Yuille, A. L., & Kersten, D. (2006). Vision as Bayesian inference: analysis by synthesis? Trends In Cognitive Sciences, 10(7), 301–308. doi:10.1016/j.tics.2006.05.002

Summary

Yuille & Kersten argue that vision research should not focus on simple, artificial stimuli (as is what is normally the case). Instead, they argue that real, naturalistic images should be used. However, the reason why they haven’t been used traditionally is that it is not clear how to analyze visual processing on these images due to their complexity. To deal with this issue, they suggest relying on generative Bayesian models as a way to formalize theories of visual processing, and present an example of one such model.

Methods

n/a

Algorithm

Their model has two main components: one for bottom-up proposals, and one for top-down validation:

We propose an “analysis by synthesis” strategy where low-level cues, combined with spatial grouping ruls (similar to Gestalt laws), make bottom-up proposals which activate hypotheses about objects and scene structures. These hypotheses are accepted, or rejected, by direct comparison to the image (or a filtered version of it) in a top down process.

They use a model similar to a probabilistic context-free grammar (PCFG) in which non-terminal nodes $i$ has attributes for the model type (face, texture, shading, etc.) $\zeta_i$, the region of the image $L_i$ that the model generates, and the model parameters $\theta_i$. The set of all non-terminal nodes is denoted by $W$, whose prior is:

$P(W)=p(N)\prod_{i=1}^N p(L_i)p(\zeta_i\vert L_i)p(\theta_i\vert \zeta_i)$

Note that the number of non-terminal nodes, $N$, is also a random variable – so non-terminal nodes are themselves another structure that inference is performed over.

Terminal nodes correspond to the actual image, and have a likelihood of $p(I_{R(L)}\vert \zeta,L,\theta)$ for the particular region of the image that they correspond to. Combining all the regions, the overall likelihood for an image is:

$P(I\vert W)=\prod_{i=1}^N p(I_{R(L_i)}\vert \zeta_i,L_i,\theta_i)$

Now given $P(I)$ and $P(I\vert W)$, inference can be performed to compute $\mathrm{arg}\max_W p(W\vert I)$ which corresponds to the most likely scene grammar given the observed image. To actually perform inference, they use “data-driven MCMC” which allows for using bottom-up discriminative cues to make proposals for a “transition kernel”:

$K_i(W,W^\prime)=q_i(W,W^\prime)a_i(W,W^\prime)$

where each $K_i$ gives the probability for transitioning from $W$ to $W^\prime$ and corresponds to a particular operation on the parse tree. The $q_i$ function is the discriminative proposal function, and $a_i$ is the acceptance function.

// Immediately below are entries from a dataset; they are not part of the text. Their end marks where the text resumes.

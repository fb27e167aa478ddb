using System.Globalization;

namespace PathBench.Cli.Tests;

/// <summary>Runs the program in-process with captured output.</summary>
internal static class CliRunner
{
    public static (int Code, string Out, string Err) Run(params string[] args)
    {
        using var stdout = new StringWriter(CultureInfo.InvariantCulture);
        using var stderr = new StringWriter(CultureInfo.InvariantCulture);
        int code = CliApp.Run(args, stdout, stderr);
        return (code, stdout.ToString(), stderr.ToString());
    }

    /// <summary>A fresh folder under the system temp folder, deleted on dispose.</summary>
    public sealed class TempFolder : IDisposable
    {
        public TempFolder() => Directory.CreateDirectory(Path);

        public string Path { get; } = System.IO.Path.Combine(System.IO.Path.GetTempPath(), "pathbench-cli-" + Guid.NewGuid().ToString("N"));

        public string File(string name) => System.IO.Path.Combine(Path, name);

        public void Dispose() => Directory.Delete(Path, recursive: true);
    }
}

The model from this paper is actually one described in more detail in another paper (which I have not yet read through, only the abstract):

Tu, Z., Chen, X., Yuille, A. L., & Zhu, S.-C. (2005). Image Parsing: Unifying Segmentation, Detection, and Recognition. International Journal Of Computer Vision, 63(2), 113–140. doi:10.1007/s11263-005-6642-x

Takeaways

Generative Bayesian models allow us to build powerful, structured models that may allow us to better capture complex real-world phenomena such as realistic images. While Yuille & Kersten don’t explicitly turn their model of visual segmentation and processing into a theory for visual perception, it certainly provides a foundation that could be used in future work (and perhaps has been – I haven’t investigated this yet).

It’s unclear to me whether there is actual “synthesis” going on in this model. Computing a likelihood function doesn’t necessarily mean that you have to sample from that likelihood. Do they actually syntesize image patches and compare them to the true image? Or are they just computing this likelihood function, without needing to synthesize anything? I do think it is important to have the capacity for simulation/synthesis (certainly it seems we have this, based on mental imagery) but I’m not sure it’s necessary for actually performing inference. The generative capacity is necessary, perhaps, but “generative” still does not mean that images are being synthesized.